Let $m \leq n$ and let $A \in \mathbb{R}^{m \times n}$ be a matrix with $m$ orthonormal rows. Apparently, it can happen that $A^T A \neq I$. Is there any general result such as $\|A\|_2 = 1$? If so, how do you prove it?
PS: Note that in this question the role of $m$ and $n $ is interchanged, that is $m \geq n$.
On
This is obvious if you know that $A$ and $A^T$ have the same set of nonzero singular values and $\|A\|_2$ is just the largest singular value of $A$. Alternatively, if $Q$ is any orthogonal matrix whose first $m$ rows are identical to $A$'s, we have $$ \pmatrix{A\\ 0_{(n-m)\times n}}=\pmatrix{I_m\\ &0_{(n-m)\times(n-m)}}Q. $$ It follows that \begin{aligned} \|Ax\|_2 =\left\|\pmatrix{Ax\\ 0}\right\|_2 =\left\|\pmatrix{A\\ 0}x\right\|_2 =\left\|\pmatrix{I\\ &0}Qx\right\|_2 =\left\|\pmatrix{I\\ &0}u\right\|_2 \end{aligned} where $u=Qx\in\mathbb R^n$. Consequently, \begin{aligned} \|A\|_2 =\max_{\|x\|_2=1}\|Ax\|_2 =\max_{\|u\|_2=1}\left\|\pmatrix{I\\ &0}u\right\|_2 =1. \end{aligned}
In terms of computation: simply add extra zero-filled rows to A to make it square and compute the usual induced norm for a $n\times n$ matrix.
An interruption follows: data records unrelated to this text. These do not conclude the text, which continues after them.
/// Mean image vectors of a component's two lattice axes.
fn mean_axes(cells: &Grid, nodes: &[Node]) -> [Vector2<f64>; 2] {
    let mut out = [Vector2::zeros(); 2];
    for (a, d) in [(0, (1, 0)), (1, (0, 1))] {
        let mut n = 0.0;
        for ((i, j), k) in cells.occupied() {
            if let Some(l) = cells.at((i + d.0, j + d.1)) {
                out[a] += nodes[l].pos - nodes[k].pos;
                n += 1.0;
            }
        }
        if n > 0.0 {
            out[a] /= n;
        }
    }
    out
}

/// Largest corner deviation a square's detected outline may have from the outline its
/// neighbours predict, once a common shift and scale are taken out, as a fraction of the
/// predicted side (or 4 times the square's own corner sigma, if larger). Detected outlines grow
/// or shrink together with the encoding and the lighting (5 % of the side at 50 % vignetting),
/// which the scale absorbs; rendered squares then deviate by under 2 % of the side, and
/// synthetic ones under strong fisheye distortion by up to 6 % beyond their noise. A square
/// cut by an occluder along a line parallel to a side is still a clean quadrilateral, but 10 %
/// or more out of shape: its corners are not the printed ones.
const SHAPE_TOL: f64 = 0.06;

/// How far `detected` departs in shape from `predicted` (corners in the same order): the
/// largest corner residual after the least-squares shift and scale, and the predicted mean
/// side.
fn shape_deviation(detected: &[Point2<f64>; 4], predicted: &[Point2<f64>]) -> Option<(f64, f64)> {
    let centre =
        |v: &mut dyn Iterator<Item = Vector2<f64>>| v.fold(Vector2::zeros(), |a, p| a + p) / 4.0;
    let cd = centre(&mut detected.iter().map(|p| p.coords));
    let cp = centre(&mut predicted.iter().map(|p| p.coords));
    let (mut num, mut den) = (0.0, 0.0);
    for (d, p) in detected.iter().zip(predicted) {
        num += (d.coords - cd).dot(&(p.coords - cp));
        den += (p.coords - cp).norm_squared();
    }
    if den.is_nan() || den <= 0.0 {
        return None;
    }
    let scale = num / den;
    let dev = detected
        .iter()
        .zip(predicted)
        .map(|(d, p)| ((d.coords - cd) - scale * (p.coords - cp)).norm())
        .fold(0.0, f64::max);
    let side = (0..4).map(|q| (predicted[(q + 1) % 4] - predicted[q]).norm()).sum::<f64>() / 4.0;
    (dev.is_finite() && side > 0.0).then_some((dev, side))
}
In terms of definition: it is still the maximal value of $\|Ax\|_2$ for an unit norm $x$, that is $\|x\|_2$.
Going further, let $x$ be the first row of $A$. Then $Ax^T=(\|x\|_2,0,\ldots,0)$, thus by definition $\|A\|\geq \|Ax^T\|_2 = 1$. On the other hand, let $B$ be the $n\times n$ matrix obtained by completing $A$ with $n-m$ orthonormal rows. Then $\|A\|\leq\|B\|=1$.